A Five Bit Scripting Language

Last night in bed, as I was thinking about things that still need to be done for my next game before I can really start diving into it, I began thinking about the scripting engine. Another Star just hard-coded all scripting in C#, but, for one, there’s no way I’m scripting scenes in C++, and two, it’s really tedious to hard code script even in C#.

As I thought about the scripting language and how I could store all the script in files, I came up with the idea of packing all the scripts in one file. In the file header would be a table of all the individual scripts with their locations and sizes within the file, so I could load only what I need at a time.

And, since I want the language to be case insensitive anyway, I figured I could probably save some space by reducing each character to just six bits. Six bits gives enough for only a subset of ASCII. 64 characters, to be exact. And you want to convert lowercase letters to uppercase letters (or vice versa) so you don’t waste an extra 26 of those precious characters on just letters. With six bit characters, you can do what’s called packing. This is a form of data compression where you shove four six bit characters into three bytes, where normally each ASCII character would need a full byte each. Reduces the file size by exactly 25% right off the bat. Well, not counting the file header and such, but that’s only a minute portion of the file.

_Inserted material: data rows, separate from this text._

"""Which connections a web process looks at for more of their request."""

import selectors
import socket
import time
from collections import Counter, deque
from contextlib import ExitStack
from typing import Any

import pytest
from gunicorn.config import Config

from service.web_worker import GatheringWorker

SOON_S = 1.0


def test_the_loop_looks_for_more_of_a_request_only_where_there_is_more_to_come(monkeypatch: pytest.MonkeyPatch) -> None:
    worker: Any = GatheringWorker.__new__(GatheringWorker)  # a process's; what it does here needs no more of one
    worker.cfg, worker.nr_conns, worker._busy, worker.worker_connections = Config(), 0, 0, 10
    worker._gathering, worker._of_address, worker._waiting_to_read = {}, Counter(), deque()
    worker.poller = selectors.DefaultSelector()
    whole: list[Any] = []
    monkeypatch.setattr(worker, "enqueue_req", whole.append)
    watched: list[int] = []  # connections, after each step

    with ExitStack() as opened:
        listener = opened.enter_context(socket.create_server(("127.0.0.1", 0)))

        def connected(text: bytes) -> socket.socket:
            sender = opened.enter_context(socket.create_connection(listener.getsockname()))
            sender.sendall(text)
            time.sleep(0.05)  # until it is there
            assert worker.accept(listener)
            watched.append(len(worker.poller.get_map()))
            return sender

        connected(b"GET / HTTP/1.1\r\nHost: a\r\n\r\n")
        connected(b"").sendall(b"GET / HTTP/1.1\r\nHost: b\r\n\r\n")
        for key, _ in worker.poller.select(SOON_S):
            key.data(key.fileobj)
        watched.append(len(worker.poller.get_map()))

    assert watched == [0, 1, 0]
    assert [b"Host: a" in one.gathering.arrived for one in whole] == [True, False]
    assert len(whole) == 2
    for connection in whole:
        connection.close()
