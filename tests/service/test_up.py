import socket
import subprocess
import sys
from collections.abc import Iterator
from pathlib import Path

import pytest

from service.demo.free_port import why_not_free

UP = Path(__file__).parents[2] / "service" / "up"


@pytest.fixture
def taken_port() -> Iterator[int]:
    with socket.create_server(("127.0.0.1", 0)) as listener:
        yield listener.getsockname()[1]


def run_up(tmp_path: Path, *arguments: str, port: str = "8000") -> "subprocess.CompletedProcess[str]":
    command = ["/bin/sh", str(UP), *arguments]
    surroundings = {"PATH": "/usr/bin:/bin", "PORT": port, "PYTHON": sys.executable}
    return subprocess.run(
        command, check=False, cwd=tmp_path, env=surroundings, capture_output=True, text=True, timeout=60
    )


@pytest.mark.parametrize("port", ["abc", "0", "65536", "1000000", "-1", "080", "80.5", "8000 "])
def test_a_port_that_is_no_port_is_a_clear_error(tmp_path: Path, port: str) -> None:
    ended = run_up(tmp_path, port=port)

    assert ended.returncode == 2
    assert ended.stderr == (
        f"PORT is '{port}'; it must be a whole number from 1 to 65535, e.g.  PORT=8001 sh service/up\n"
    )


def test_a_taken_port_is_a_clear_error_before_anything_is_installed(tmp_path: Path, taken_port: int) -> None:
    ended = run_up(tmp_path, "--once", port=str(taken_port))

    assert ended.returncode == 1
    assert ended.stdout == ""
    assert ended.stderr == (
        f"port {taken_port} is taken: another program listens on it; "
        "choose another one with PORT, e.g.  PORT=8001 sh service/up\n"
    )


@pytest.mark.parametrize("arguments", [("--twice",), ("--once", "--once"), ("once",)])
def test_an_unknown_option_shows_the_usage(tmp_path: Path, arguments: tuple[str, ...]) -> None:
    ended = run_up(tmp_path, *arguments)

    assert ended.returncode == 2
    assert ended.stderr.startswith("usage: sh service/up [--once]\n")


def test_a_free_port_is_free(taken_port: int) -> None:
    with socket.create_server(("127.0.0.1", 0)) as listener:
        freed = listener.getsockname()[1]

    assert why_not_free(freed) is None
    assert why_not_free(taken_port) == f"port {taken_port} is taken: another program listens on it"


def test_a_port_held_by_a_program_that_does_not_listen_cannot_be_used() -> None:
    with socket.socket() as holder:
        holder.bind(("127.0.0.1", 0))
        port = holder.getsockname()[1]

        assert why_not_free(port) == f"port {port} cannot be used (Address already in use)"
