"""Any text in printable ASCII, which is all that old DXF readers and the engraving font know."""

import re
import unicodedata

_UNKNOWN = "?"
_MOST_LETTERS_IN_ONE = 2  # ae, oe, ss, th; a longer name is no spelling
# What NFKD leaves whole, such as o with a stroke, says in its Unicode name which letters it is like.
_NAMED = re.compile(r"LATIN (SMALL|CAPITAL) (?:LETTER|LIGATURE) ([A-Z]{1,2}|[A-Z ]+?)(?: WITH .+)?")
_LETTERS_OF_NAMES = {"SHARP S": "SS", "DOTLESS I": "I", "DOTLESS J": "J", "ETH": "D", "THORN": "TH", "ENG": "NG"}
_LIKE_SIGNS = str.maketrans(
    dict.fromkeys("\N{LEFT SINGLE QUOTATION MARK}\N{RIGHT SINGLE QUOTATION MARK}", "'")
    | dict.fromkeys("\N{SINGLE LOW-9 QUOTATION MARK}\N{MODIFIER LETTER APOSTROPHE}\N{PRIME}", "'")
    | dict.fromkeys("\N{LEFT DOUBLE QUOTATION MARK}\N{RIGHT DOUBLE QUOTATION MARK}", '"')
    | dict.fromkeys("\N{DOUBLE LOW-9 QUOTATION MARK}«»", '"')
    | {"\N{MINUS SIGN}": "-", "\N{MULTIPLICATION SIGN}": "x", "\N{FRACTION SLASH}": "/"}
)


def plain_ascii(text: str) -> str:
    """The text in printable ASCII on one line, blanks made single.

    Accents are dropped; letters, dashes and quotation marks without accents to drop become those
    they are like; what has no like becomes "?".
    """
    return " ".join("".join(map(_plain, _apart(text))).split())


def is_mostly_lost(text: str) -> bool:
    """Whether more than half of the text's letters, blanks apart, have no like in ASCII."""
    letters = [letter for letter in _apart(text) if _plain(letter).strip()]
    lost = [letter for letter in letters if letter != _UNKNOWN and _plain(letter) == _UNKNOWN]
    return 2 * len(lost) > len(letters)


def _apart(text: str) -> str:
    """The text with its letters apart from their accents, and signs of print as a keyboard's."""
    return unicodedata.normalize("NFKD", text).translate(_LIKE_SIGNS)


def _plain(letter: str) -> str:
    kind = unicodedata.category(letter)
    if " " <= letter <= "~":
        return letter
    if letter.isspace() or kind in {"Cc", "Zl", "Zp"}:
        return " "
    if kind in {"Mn", "Me", "Cf"}:  # accents, and signs that are not seen
        return ""
    if kind == "Pd":
        return "-"
    return latin_like(letter) or _UNKNOWN


def latin_like(letter: str) -> str:
    """The one or two letters from A to Z that a Latin letter is like by its Unicode name, such as o for ø; else ""."""
    found = _NAMED.fullmatch(unicodedata.name(letter, ""))
    like = "" if found is None else _LETTERS_OF_NAMES.get(found[2], found[2])
    if found is None or len(like) > _MOST_LETTERS_IN_ONE:
        return ""
    return like.lower() if found[1] == "SMALL" else like.capitalize()
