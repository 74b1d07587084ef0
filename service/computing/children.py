"""The computing children of a process: one that is warm, and more while searches take long."""

import logging
import sys
import threading
import time
from collections.abc import Callable, Iterator
from contextlib import contextmanager, suppress

from service.children.child_process import WARM_WITHIN_S, ChildEndedError, ChildProcess, ChildTooLongError
from service.computing.messages import (
    Answer,
    Asked,
    ChildSetup,
    answer_from_bytes,
    asked_as_bytes,
    setup_as_bytes,
)

CHILD = (sys.executable, "-m", "service.computing.child")
MOST_CHILDREN = 3  # of a process; a long search keeps one busy, and each takes some 110 MB once it has computed
GROWN_MIB = 200.0  # MiB beyond what it had when it was warm; one that keeps more is replaced
SPARE_S = 60.0  # s; after which a child goes that has nothing to do, where there are others
# Of a processor, that a child is taken to compute though it does less: one that is stopped, swapped out or slow to
# start holds the next up for ten seconds. A child that gives way on a busy machine still has about as much.
LEAST_SHARE = 0.1
CPUCLOCK_SCHED = 2  # of clock_getcpuclockid(3), as Linux makes the number of a process's clock

log = logging.getLogger("discwright")


class NoChildError(Exception):
    """No child could be started; the text says why."""


class ComputingChild:
    """A child that computes. Used by one thread at a time."""

    def __init__(self, setup: ChildSetup) -> None:
        """Start it, and wait until it is warm.

        Raises:
            ChildEndedError: It ended before.
            ChildTooLongError: It did not get ready.
            OSError: It could not be started.
        """
        self._process = ChildProcess(CHILD)
        try:
            warm = answer_from_bytes(self._process.ask(setup_as_bytes(setup), WARM_WITHIN_S))
        except BaseException:
            self._process.end()
            raise
        self._most_mib = warm.resident_mib + GROWN_MIB
        self._is_of_use = True
        self.idle_since_s = time.monotonic()

    @property
    def pid(self) -> int:
        """Of its process."""
        return self._process.pid

    @property
    def is_of_use(self) -> bool:
        """Whether it can be asked again: it lives, answered what it was asked, and has not grown."""
        return self._is_of_use and self._process.is_alive

    def ask(self, asked: Asked, within_s: float) -> Answer:
        """Let it work. After any of the errors the child is gone.

        Raises:
            ChildEndedError: It ended without an answer.
            ChildTooLongError: It took too long.
        """
        self._is_of_use = False
        answer = answer_from_bytes(self._process.ask(asked_as_bytes(asked), within_s))
        self._is_of_use = answer.resident_mib <= self._most_mib
        return answer

    def stopwatch(self) -> Callable[[], float]:
        """Tells the seconds that the child computes from now on, in any thread.

        By the processor's time where the system tells it of another process, as Linux does, and at least LEAST_SHARE of
        the time that passes; elsewhere, and once the child is gone, by the time that passes.
        """
        at_least_s, begun_s = least_computed(), time.monotonic()
        clock = (~self.pid << 3) | CPUCLOCK_SCHED
        begun_cpu_s = _clock_s(clock)

        def computed_s() -> float:
            now_s = None if begun_cpu_s is None else _clock_s(clock)
            if now_s is None or begun_cpu_s is None:
                return time.monotonic() - begun_s
            return max(now_s - begun_cpu_s, at_least_s())

        return computed_s

    def end(self) -> None:
        """Kill it, if it lives."""
        self._process.end()


def least_computed() -> Callable[[], float]:
    """Tells, in any thread, what a child is taken to compute from now on though it may do nothing, in seconds."""
    begun_s = time.monotonic()
    return lambda: LEAST_SHARE * (time.monotonic() - begun_s)


def _clock_s(clock: int) -> float | None:
    if sys.platform != "linux":
        return None
    try:
        return time.clock_gettime(clock)
    except OSError:  # the process is gone
        return None


class Children:
    """The children of a process, lent to one thread each."""

    def __init__(self, setup: ChildSetup) -> None:
        """Have none yet.

        Args:
            setup: What each is told.
        """
        self.setup = setup
        self._changed = threading.Condition()
        self._idle: list[ComputingChild] = []  # the one that has worked last at the end
        self._count = 0
        self._is_looked_for_spare = False  # one timer at a time, however often a child is given back

    @contextmanager
    def one(self, preferred: ComputingChild | None = None) -> Iterator[ComputingChild]:
        """A child to oneself, started where none is idle and there may be another; waits where there may not.

        Args:
            preferred: The one that is given where it is idle.

        Raises:
            NoChildError: One had to be started, and could not be.
        """
        child = self._taken(preferred) or self._started()
        try:
            yield child
        finally:
            self._given_back(child)

    def warm(self) -> None:
        """Have one, so that the first who asks need not wait for it; where that fails, it is tried again then."""
        with suppress(NoChildError), self.one():
            pass

    def end(self) -> None:
        """Let go those that have nothing to do."""
        with self._changed:
            idle, self._idle = self._idle, []
            self._count -= len(idle)
        for child in idle:
            child.end()

    def _taken(self, preferred: ComputingChild | None) -> ComputingChild | None:
        with self._changed:
            self._drop_dead()
            while not self._idle and self._count >= MOST_CHILDREN:
                self._changed.wait()
                self._drop_dead()
            if self._idle:
                child = preferred if preferred in self._idle else self._idle[-1]
                assert child is not None
                self._idle.remove(child)
                return child
            self._count += 1
            return None

    def _drop_dead(self) -> None:
        """Let go of idle children that something else has ended, so that nobody's work is given to them."""
        for child in [child for child in self._idle if not child.is_of_use]:
            self._idle.remove(child)
            self._count -= 1
            child.end()

    def _started(self) -> ComputingChild:
        try:
            return ComputingChild(self.setup)
        except (ChildEndedError, ChildTooLongError, OSError) as fault:
            self._one_less()
            why = str(fault) or "it did not get ready in time"
            log.error("no computing child could be started: %s", why)
            raise NoChildError(why) from fault
        except BaseException:
            self._one_less()
            raise

    def _given_back(self, child: ComputingChild) -> None:
        if not child.is_of_use:
            try:
                child.end()
            finally:
                self._one_less()
            return
        child.idle_since_s = time.monotonic()
        with self._changed:
            self._idle.append(child)
            self._changed.notify()
            self._look_for_spare_later()

    def _look_for_spare_later(self) -> None:
        if self._count <= 1 or self._is_looked_for_spare:
            return
        looking = threading.Timer(SPARE_S, self._let_spare_go)
        looking.daemon = True
        with suppress(RuntimeError):  # no thread can be had: whoever gives a child back next tries again
            looking.start()
            self._is_looked_for_spare = True

    def _let_spare_go(self) -> None:
        with self._changed:
            self._is_looked_for_spare = False
            now_s = time.monotonic()
            spare = [child for child in self._idle if now_s - child.idle_since_s >= SPARE_S][: self._count - 1]
            self._idle = [child for child in self._idle if child not in spare]
            self._count -= len(spare)
            self._look_for_spare_later()
        for child in spare:
            child.end()

    def _one_less(self) -> None:
        with self._changed:
            self._count -= 1
            self._changed.notify()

Granted, there’s really no need to save 25% by compressing a text file. I mean, really now. It’s highly unlikely that all the scripts in the entire game combined together will amount to much more than a megabyte or two, if even that. But it’s something I could do if I wanted to, nonetheless.

Then, I began to wonder if I could compress it even further. Five bytes per character! Eight characters would fit into every five bytes! Mwa, ha, ha, ha! I’m a madman!

Thing is, it can be done, and it can be done without a lot of “shifting” like in old-timey standards such as Baudot code.

Let’s take the following code as an example. This is how it might be written in the source code file:

function Example
   let int $foo=15
   if $foo != 15 then

Ignoring for the moment that the example code is redundant and accomplishes absolutely nothing ($foo will always be 15 since we just set it), let’s think about this. Five bits gives us only 32 characters total to work with. We need the 26 Latin letters for English. There’s no way around that unless we do some sort of shifting. That leaves us only six more characters to work with. One of those characters will have to be a space. Another will have to mark line breaks. That leaves only four characters. Four! We don’t even have enough room for the ten digits!

Ah, but that’s where you’re wrong. Let’s see how the above example code would look after it’s been prepared to be packed for storage. I’ll use semicolons here to denote the line break characters.


See what I did there? I encoded the digits using letters. 0 becomes A, 1 becomes B, 2 becomes C, and so on. And by using one of the four leftover characters as a dollar sign to mark variables, I made it impossible for variables to be mixed up with numbers or keywords, so this actually works. Furthermore, operators and mathematical symbols were converted to letter-based keywords, eliminating the need for punctuation. Since the script always follows the alternating pattern keyword->number->keyword->number this also works.

It’s not without its problems though.

Take the following, for example.

$foo = ((2 + 2) * (5 + 3))

See the problem? If you just converted the parentheses to keywords you’d have a problem. It wouldn’t follow the keyword->number->keyword->number pattern. The first opening parenthesis follows directly after the equal sign operator, and is then followed by a second opening parenthesis. That’s three keywords in a row. The parser would need some what to tell the opening parenthesis keyword from a number.

But there are solutions to even this. If the keywords for parentheses were something like POPEN and PCLOSE you could get away with it because the parser couldn’t mistake them for numbers. They both start with the letter P and the highest digit 9 is encoded as J, so there’s no way it could be a valid number.

Similarly, depending on how you want to use functions in the language, you’d probably want to take one of the three remaining character values to mark them with some sort of prefix, the way variables are denoted. This would practically be a requirement if you wanted functions in the scripting language that take parameters and return values. That leaves you with just two characters left.

Another problem would be variable name collisions. $foo1 and $foob would both parse to $FOOB. Granted, if you’re requiring variables always be defined (such as with my verbose “let” keyword in the original example code), then the parser would catch these when packing for storage and notify the coder that their code has an error because $FOOB is already defined.

You’d still have to do some sort of shifting if you wanted any kind of strings, though. Otherwise string $bar = "Hello, I am 9 years old today!" would come out, at best, as STRING $BAR = "HELLO I AM J YEARS OLD TODAY". Notice I didn’t even try to encode the punctuation. For strings to be acceptable in the language, one of the two remaining character values would have to mark the beginning of a string, and then every pair of values after that would be parsed together as a ten bit value, enough to store all 128 ASCII characters and then some. The characters would be decoded like this until you hit some ten bit end-of-string character.

So there you have it. Again, there’s really no reason to do any of this, other than because it can be done. But it was an interesting problem to solve, anyway.